Although this study investigated three representative soil types (clay, loam, and sand), these categories were intentionally chosen to cover distinct mechanical behaviors. The proposed methodology, which relies on relative attitude variation rather than absolute soil stress, is general in principle and can be extended to mixed or natural field soils. Future work will validate the approach using in situ and heterogeneous soil samples to assess its broader applicability.
Although this study verified the correlation between embedded attitude sensor measurements and soil compaction degree under cyclic manual impact compaction, it remains limited to laboratory-scale Marshall specimens and does not account for other compaction methods. Furthermore, only three soil types with fixed quantitative proportions were tested, which demonstrated preliminary feasibility but fell short of meeting the data requirements of real-world engineering practice.

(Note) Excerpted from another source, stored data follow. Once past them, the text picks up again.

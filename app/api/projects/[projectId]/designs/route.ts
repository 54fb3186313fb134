import { apiRoute, readJson } from "@/app/_lib/api";
import { requireUser } from "@/app/_lib/auth";
import { projectFor } from "@/app/_lib/designs";
import { listQueryFrom } from "@/app/_lib/schemas/project";
import { createDesign } from "@/app/_lib/services/designs";
import { listDesigns } from "@/db/queries/designs";

export const dynamic = "force-dynamic";
type Context = { params: Promise<{ projectId: string }> };

/** The project's designs with their latest revision's number, status and footing. */
export const GET = apiRoute<Context>(async (request, { params }) => {
  const user = await requireUser();
  const project = await projectFor(user, (await params).projectId, { engaged: true });
  return Response.json(await listDesigns(project.id, listQueryFrom(new URL(request.url).searchParams)));
});

/**
 * A new design with its revision 1: from `input` when given, else from the defaults with the
 * project's criteria card applied.
 */
export const POST = apiRoute<Context>(async (request, { params }) => {
  const created = await createDesign(await requireUser(), (await params).projectId, () => readJson(request));
  return Response.json(created, { status: 201 });
});
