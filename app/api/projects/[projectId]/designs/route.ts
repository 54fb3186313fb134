import { apiRoute, readJson } from "@/app/_lib/api";
import { requireUser } from "@/app/_lib/auth";
import { startingInput } from "@/app/_lib/design-defaults";
import { assertCanWrite, cardFor, computeResult, projectFor } from "@/app/_lib/designs";
import { designCreateSchema, listQueryFrom } from "@/app/_lib/schemas/project";
import { createDesignWithRevision, getDesign, listDesigns } from "@/db/queries/designs";
import { designInputSchema, ENGINE_VERSION } from "@/engine";

export const dynamic = "force-dynamic";
type Context = { params: Promise<{ projectId: string }> };

/** The project's designs with their latest revision's number, status and footing. */
export const GET = apiRoute<Context>(async (request, { params }) => {
  const user = await requireUser();
  const project = await projectFor(user, (await params).projectId, { engaged: true });
  return Response.json(await listDesigns(project.id, listQueryFrom(new URL(request.url).searchParams)));
});

/**
 * A new design with its revision 1: from `input` when given, else from the defaults with the
 * project's criteria card applied.
 */
export const POST = apiRoute<Context>(async (request, { params }) => {
  const user = await requireUser();
  const project = await projectFor(user, (await params).projectId);
  assertCanWrite(user);
  const body = designCreateSchema.parse(await readJson(request));
  const card = await cardFor(user, project.criteriaCardId);
  const input = body.input ?? designInputSchema.parse(startingInput(card?.values, project.name));
  const result = computeResult(input, body.input ? ["input"] : []);
  const created = await createDesignWithRevision({
    projectId: project.id, organisationId: user.organisationId, name: body.name, authorId: user.userId,
    input, result, engineVersion: ENGINE_VERSION, note: body.note || "First revision",
  });
  return Response.json({ design: await getDesign(created.designId), revisionId: created.revisionId }, { status: 201 });
});
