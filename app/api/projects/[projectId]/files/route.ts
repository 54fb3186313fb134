import { apiRoute } from "@/app/_lib/api";
import { ValidationError } from "@/app/_lib/errors";
import { requireUser } from "@/app/_lib/auth";
import { assertCanWrite, projectFor } from "@/app/_lib/designs";
import { listQueryFrom } from "@/app/_lib/schemas/project";
import { deleteObject, putObject } from "@/app/_lib/storage";
import { acceptUpload, MAX_UPLOAD_BYTES, MAX_UPLOAD_LABEL, objectKeys, photoThumbnail } from "@/app/_lib/uploads";
import { getProjectFile, insertProjectFile, listProjectFiles } from "@/db/queries/project-files";

export const dynamic = "force-dynamic";
type Context = { params: Promise<{ projectId: string }> };

const refuse = ValidationError.field;

/** The project's uploads (`?q=&sort=originalName|kind|sizeBytes|createdAt&dir=&page=&pageSize=`). */
export const GET = apiRoute<Context>(async (request, { params }) => {
  const user = await requireUser();
  const project = await projectFor(user, (await params).projectId, { engaged: true });
  const page = await listProjectFiles(project.id, listQueryFrom(new URL(request.url).searchParams));
  return Response.json({ ...page, rows: page.rows.map(({ objectKey: _o, thumbnailKey, ...r }) => ({ ...r, hasThumbnail: Boolean(thumbnailKey) })) });
});

/**
 * Upload one file as multipart field `file` (optional `description`). Refused with 422 before
 * anything is stored when it is too large or its content is not a JPEG, PNG, WebP or PDF.
 */
export const POST = apiRoute<Context>(async (request, { params }) => {
  const user = await requireUser();
  const project = await projectFor(user, (await params).projectId);
  assertCanWrite(user);
  // Refuse an oversized body from its declared length before reading it (multipart adds a little).
  if (Number(request.headers.get("content-length") ?? 0) > MAX_UPLOAD_BYTES + 64 * 1024) throw refuse("file", `File must be at most ${MAX_UPLOAD_LABEL}`);
  let form: FormData;
  try {
    form = await request.formData();
  } catch {
    throw refuse("file", "Send the upload as multipart/form-data with the file in the field named file");
  }
  const file = form.get("file");
  if (!(file instanceof File) || file.size === 0) throw refuse("file", "Choose a file to upload (JPEG, PNG, WebP or PDF)");
  const description = String(form.get("description") ?? "").trim();
  if (description.length > 300) throw refuse("description", "Description must be at most 300 characters");

  const { bytes, type, name } = await acceptUpload(file, "projectFile", "file");
  let thumbnail: Uint8Array | null = null;
  if (type.kind === "photo") {
    try {
      thumbnail = await photoThumbnail(bytes);
    } catch {
      throw refuse("file", `${name} could not be read as a ${type.label}; it may be damaged. Export it again and upload the copy`);
    }
  }

  const keys = objectKeys(user.organisationId, project.id);
  await putObject(keys.original, bytes, type.contentType);
  try {
    if (thumbnail) await putObject(keys.thumbnail, thumbnail, "image/webp");
    await insertProjectFile({
      id: keys.fileId, projectId: project.id, organisationId: user.organisationId, kind: type.kind, originalName: name,
      contentType: type.contentType, sizeBytes: bytes.byteLength, objectKey: keys.original, thumbnailKey: thumbnail ? keys.thumbnail : null,
      description, uploadedBy: user.userId,
    });
  } catch (error) {
    // No orphaned bytes when the record cannot be written.
    await Promise.allSettled([deleteObject(keys.original), deleteObject(keys.thumbnail)]);
    throw error;
  }
  const saved = await getProjectFile(keys.fileId);
  return Response.json({ file: { ...saved, objectKey: undefined, thumbnailKey: undefined, hasThumbnail: Boolean(thumbnail) } }, { status: 201 });
}, { body: "multipart" });
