import { apiRoute } from "@/app/_lib/api";
import { requireUser } from "@/app/_lib/auth";
import { projectFor } from "@/app/_lib/designs";
import { listQueryFrom } from "@/app/_lib/schemas/project";
import { uploadProjectFile } from "@/app/_lib/services/project-files";
import { listProjectFiles } from "@/db/queries/project-files";

export const dynamic = "force-dynamic";
type Context = { params: Promise<{ projectId: string }> };

/** The project's uploads (`?q=&sort=originalName|kind|sizeBytes|createdAt&dir=&page=&pageSize=`). */
export const GET = apiRoute<Context>(async (request, { params }) => {
  const user = await requireUser();
  const project = await projectFor(user, (await params).projectId, { engaged: true });
  const page = await listProjectFiles(project.id, listQueryFrom(new URL(request.url).searchParams));
  return Response.json({ ...page, rows: page.rows.map(({ objectKey: _o, thumbnailKey, ...r }) => ({ ...r, hasThumbnail: Boolean(thumbnailKey) })) });
});

/**
 * Upload one file as multipart field `file` (optional `description`). Refused with 422 before
 * anything is stored when it is too large or its content is not a JPEG, PNG, WebP or PDF.
 */
export const POST = apiRoute<Context>(async (request, { params }) => {
  const file = await uploadProjectFile(await requireUser(), (await params).projectId, {
    declaredBytes: Number(request.headers.get("content-length") ?? 0),
    form: () => request.formData(),
  });
  return Response.json({ file }, { status: 201 });
}, { body: "multipart" });
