const KIND_NAMES = {
  spike_list: 'spike list', layout: 'layout', roi_traces: 'ROI traces', notebook: 'ringline notebook',
  voltage: 'raw voltage', sidecar: 'voltage sidecar', manifest: 'study manifest', stimuli: 'stimulus protocol',
};

function formatBytes(n) {
  if (n < 1024) return `${n} B`;
  if (n < 1024 * 1024) return `${(n / 1024).toFixed(1)} KiB`;
  return `${(n / 1024 / 1024).toFixed(1)} MiB`;
}

function renderFiles() {
  const body = $('file-table').tBodies[0];
  body.replaceChildren();
  for (const f of state.files) {
    const row = body.insertRow();
    for (const text of [f.name, formatBytes(f.size), KIND_NAMES[f.kind] ?? 'not recognised', f.status]) {
      row.insertCell().textContent = text;
    }
    if (f.problem) row.classList.add('problem');
  }
  $('file-table').hidden = state.files.length === 0;
}

// ---------------------------------------------------------------- step 1: inputs

/** The page's kinds, from the core's one rule for telling input files apart. */
const KIND_OF_WORD = {
  spike_list: 'spike_list', roi_traces: 'roi_traces', layout: 'layout', wav: 'voltage',
  voltage_samples: 'voltage', sidecar: 'sidecar', json: 'notebook', manifest: 'manifest', stimuli: 'stimuli',
};
const ACTIVITY_KINDS = ['spike_list', 'roi_traces', 'voltage'];

/** What a dropped file holds, judged by the core from its name and first 64 KiB. Recordings
 * stay `File`s (read when opened, so a study never holds every recording at once); small
 * companions (layouts, sidecars, manifests, notebooks) are read whole. */
async function classify(file) {
  const head = await file.slice(0, 65536).arrayBuffer();
  const word = await call('classify', { name: file.name, head });
  const kind = KIND_OF_WORD[word] ?? null;
  const bytes = kind && !ACTIVITY_KINDS.includes(kind) ? await file.arrayBuffer() : null;
  // A file of no known kind: the core says why, at its line, as the command line would.
  const why = kind ? null : await call('whyUnrecognised', { name: file.name, head });
  return { kind, word, bytes, why };
}

/** The bytes of a file entry (read from its `File` when not kept). */
async function bytesOf(entry) {
  return entry.bytes ? entry.bytes.slice(0) : await entry.file.arrayBuffer();
}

The current prototype sensor has not yet undergone long-term field deployment; thus, potential long-term drift, fatigue, and environmental degradation effects remain to be evaluated. These aspects will be systematically addressed in future studies involving field compaction and extended environmental exposure to ensure stable real-world performance. Future work will focus on experiments under actual field conditions, incorporating a broader variety of subgrade soils and more diverse compaction methods. Large-scale validation and analysis will be necessary to better align with engineering practice and to further enhance the generalization capability of compaction prediction models based on embedded attitude sensors. In practical applications, multiple sensors can be strategically installed at key subgrade depths or lateral positions to complement conventional compaction indicators such as the Compaction Meter Value (CMV) or Compaction Control Coefficient (CCC). Integrating these datasets through data-fusion algorithms could provide a spatially distributed and temporally continuous assessment of roadbed compaction quality, thereby forming the foundation for an intelligent compaction monitoring network. Collectively, the findings presented herein provide laboratory-scale proof of concept for this attitude-based sensing approach and a clear technical pathway toward robust, field-ready implementation.